- [WHAT TO DO]:
Show all lines of the listing that hold the word "eframe".

- [RECORDS SUPPLIED]:
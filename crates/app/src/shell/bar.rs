//! The bar at the top: menus, pages, and the plan's name.

use std::path::{Path, PathBuf};

use crestline_plan::{EXAMPLES, kinds};
use crestline_sheets::Format;
use eframe::egui::{
    Button, CornerRadius, Frame, Margin, MenuBar, Panel, RichText, Stroke, TextStyle, Ui, Vec2, accesskit,
};

use crate::edit::command::Command;
use crate::edit::desk::Desk;
use crate::theme::{Palette, size};
use crate::units::LengthUnit;
use crate::view::{Page, ThemeChoice, View};

/// Usual width of a tab, points.
const TAB: f32 = 76.0;
/// Room for the switch of units behind the tabs.
const UNIT: f32 = 40.0;

/// The bar.
pub fn show(ui: &mut Ui, palette: &Palette, desk: &Desk, view: &View, recent: &[PathBuf]) -> Vec<Command> {
    let mut commands = Vec::new();
    let frame = Frame::new().fill(palette.band).inner_margin(Margin::symmetric(10, 4));
    Panel::top("bar").frame(frame).resizable(false).show(ui, |ui| {
        MenuBar::new().ui(ui, |ui| {
            ui.label(RichText::new("Crestline").heading().strong().color(palette.accent));
            ui.add_space(size::GAP);
            file_menu(ui, recent, &mut commands);
            edit_menu(ui, desk, view, &mut commands);
            view_menu(ui, view, &mut commands);
            help_menu(ui, &mut commands);
            ui.add_space(size::WIDE_GAP);
            pages(ui, palette, view, &mut commands);
            unit(ui, palette, view, &mut commands);
            name(ui, palette, desk);
        });
    });
    commands
}

fn file_menu(ui: &mut Ui, recent: &[PathBuf], commands: &mut Vec<Command>) {
    ui.menu_button("File", |ui| {
        ui.menu_button("New plan", |ui| {
            for kind in kinds() {
                let words = format!("{}: {}", kind.title(), kind.tuning());
                if ui.button(words).clicked() {
                    commands.push(Command::NewFromKind(&kind.id));
                }
            }
        });
        ui.menu_button("New from example", |ui| {
            for example in EXAMPLES {
                let words = format!("{}: {}", example.name.replace('_', " "), example.summary);
                if ui.button(words).clicked() {
                    commands.push(Command::NewFromExample(example.name));
                }
            }
        });
        item(ui, commands, Command::Open, true);
        ui.add_enabled_ui(!recent.is_empty(), |ui| {
            ui.menu_button("Open a recent plan", |ui| recent_plans(ui, recent, commands));
        });
        ui.separator();
        item(ui, commands, Command::Save, true);
        item(ui, commands, Command::SaveAs, true);
        ui.separator();
        for format in [Format::Pdf, Format::Svg, Format::Dxf, Format::Csv] {
            item(ui, commands, Command::Export(format), true);
        }
        ui.separator();
        item(ui, commands, Command::Quit, true);
    });
}

fn recent_plans(ui: &mut Ui, recent: &[PathBuf], commands: &mut Vec<Command>) {
    for path in recent {
        let part = |part: Option<&Path>| part.map(|part| part.display().to_string()).unwrap_or_default();
        let words = format!("{}  in  {}", part(path.file_name().map(Path::new)), part(path.parent()));
        entry(ui, commands, Command::OpenFile(path.clone()), words, true);
    }
}

fn edit_menu(ui: &mut Ui, desk: &Desk, view: &View, commands: &mut Vec<Command>) {
    ui.menu_button("Edit", |ui| {
        let history = desk.history();
        named_item(ui, commands, Command::Undo, history.undo_name());
        named_item(ui, commands, Command::Redo, history.redo_name());
        ui.separator();
        let (string, count) = (view.string, desk.plan.strings.len());
        let most = crate::edit::strings::MOST_STRINGS;
        item(ui, commands, Command::DuplicateString(string), count < most);
        item(ui, commands, Command::RemoveString(string), count > 1);
        item(ui, commands, Command::MoveStringUp(string), string > 0);
        item(ui, commands, Command::MoveStringDown(string), string + 1 < count);
    });
}

fn view_menu(ui: &mut Ui, view: &View, commands: &mut Vec<Command>) {
    ui.menu_button("View", |ui| {
        for choice in ThemeChoice::ALL {
            if ui.radio(view.theme == choice, choice.name()).clicked() {
                commands.push(Command::Theme(choice));
            }
        }
        item(ui, commands, Command::ShowCard(!view.card), true);
        ui.separator();
        for unit in LengthUnit::ALL {
            let command = Command::ShowLengthsIn(unit);
            if ui.radio(view.unit == unit, command.name()).clicked() {
                commands.push(command);
            }
        }
        ui.separator();
        item(ui, commands, Command::ShowInputs(!view.inputs), true);
        ui.separator();
        item(ui, commands, Command::LargerText, true);
        item(ui, commands, Command::SmallerText, true);
        item(ui, commands, Command::UsualText, true);
        ui.separator();
        item(ui, commands, Command::ResetPlots, true);
    });
}

fn help_menu(ui: &mut Ui, commands: &mut Vec<Command>) {
    ui.menu_button("Help", |ui| {
        item(ui, commands, Command::FindCommand, true);
        let page = Command::ShowPage(Page::Help);
        entry(ui, commands, page, "The model, its limits and sources".to_owned(), true);
    });
}

fn named_item(ui: &mut Ui, commands: &mut Vec<Command>, command: Command, what: Option<&str>) {
    let words = what.map_or_else(|| command.name(), |what| format!("{}: {what}", command.name()));
    entry(ui, commands, command, words, what.is_some());
}

fn item(ui: &mut Ui, commands: &mut Vec<Command>, command: Command, enabled: bool) {
    let words = command.name();
    entry(ui, commands, command, words, enabled);
}

fn entry(ui: &mut Ui, commands: &mut Vec<Command>, command: Command, words: String, enabled: bool) {
    let mut button = Button::new(&words);
    if let Some(shortcut) = command.shortcut() {
        button = button.shortcut_text(ui.ctx().format_shortcut(&shortcut));
    }
    let response = ui.add_enabled(enabled, button);
    response.ctx.accesskit_node_builder(response.id, |node| node.set_label(words));
    if response.clicked() {
        commands.push(command);
        ui.close();
    }
}

/// The tabs; where they do not fit, a menu of the pages.
fn pages(ui: &mut Ui, palette: &Palette, view: &View, commands: &mut Vec<Command>) {
    let (room, count) = (ui.available_width() - UNIT, Page::TABS.len() as f32);
    let around = 2.0 * ui.spacing().button_padding.x + ui.spacing().item_spacing.x;
    let font = TextStyle::Button.resolve(ui.style());
    let text =
        |page: Page| ui.painter().layout_no_wrap(page.name().to_owned(), font.clone(), palette.ink).size().x;
    let least: f32 = Page::TABS.into_iter().map(|page| text(page) + around).sum();
    if least > room {
        ui.menu_button(format!("{} ▾", view.page.name()), |ui| {
            for page in Page::ALL {
                item(ui, commands, Command::ShowPage(page), true);
            }
        });
        return;
    }
    let usual: f32 = Page::TABS.into_iter().map(|page| (text(page) + around).max(TAB)).sum();
    let width = if usual + count * around > room { 0.0 } else { TAB };
    for page in Page::TABS {
        let is_shown = view.page == page;
        let colour = if is_shown { palette.ink } else { palette.quiet };
        let mut text = RichText::new(page.name()).color(colour);
        if is_shown {
            text = text.strong();
        }
        let fill = if is_shown { palette.sheet } else { palette.band };
        let button = Button::new(text)
            .fill(fill)
            .stroke(Stroke::NONE)
            .corner_radius(CornerRadius::same(3))
            .min_size(Vec2::new(width, 24.0));
        let response = ui.add(button).on_hover_text(page.meaning());
        response.ctx.accesskit_node_builder(response.id, |node| {
            node.set_role(accesskit::Role::Tab);
            node.set_label(page.name());
            node.set_selected(is_shown);
            node.set_description(page.meaning());
        });
        if is_shown {
            let line = response.rect.bottom() + 1.0;
            ui.painter().hline(response.rect.x_range(), line, Stroke::new(2.5, palette.accent));
        }
        if response.clicked() {
            commands.push(Command::ShowPage(page));
        }
    }
}

/// The unit of all lengths, as a switch.
fn unit(ui: &mut Ui, palette: &Palette, view: &View, commands: &mut Vec<Command>) {
    let command = Command::ShowLengthsIn(view.unit.other());
    let text = RichText::new(view.unit.sign()).color(palette.ink);
    let key = command.shortcut().map(|shortcut| ui.ctx().format_shortcut(&shortcut)).unwrap_or_default();
    let tip = format!(
        "All lengths in the window are in {}; {} ({key})",
        view.unit.name().to_lowercase(),
        command.name()
    );
    let edge = Stroke::new(size::EDGE, palette.edge);
    let button = Button::new(text).fill(palette.sheet).stroke(edge).min_size(Vec2::new(30.0, 22.0));
    let response = ui.add(button).on_hover_text(tip);
    response.ctx.accesskit_node_builder(response.id, |node| {
        node.set_label(format!("Unit of lengths: {}", view.unit.name().to_lowercase()));
    });
    if response.clicked() {
        commands.push(command);
    }
}

/// The plan's title, its file, and a mark where it has changes that are not saved; nothing where there is no room.
fn name(ui: &mut Ui, palette: &Palette, desk: &Desk) {
    const LEAST: f32 = 60.0;
    if ui.available_width() < LEAST {
        return;
    }
    let layout = eframe::egui::Layout::right_to_left(eframe::egui::Align::Center);
    ui.with_layout(layout, |ui| {
        let mark = if desk.is_changed() { "● unsaved changes" } else { "" };
        ui.label(RichText::new(mark).small().color(palette.caution));
        let title = if desk.plan.title.is_empty() { "Untitled plan" } else { &desk.plan.title };
        let words = format!("{title}  ·  {}", desk.file_name());
        ui.add(eframe::egui::Label::new(RichText::new(words).color(palette.ink)).truncate());
    });
}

- [ANSWER SPACE]:
use eframe::egui::{
    let layout = eframe::egui::Layout::right_to_left(eframe::egui::Align::Center);
        ui.add(eframe::egui::Label::new(RichText::new(words).color(palette.ink)).truncate());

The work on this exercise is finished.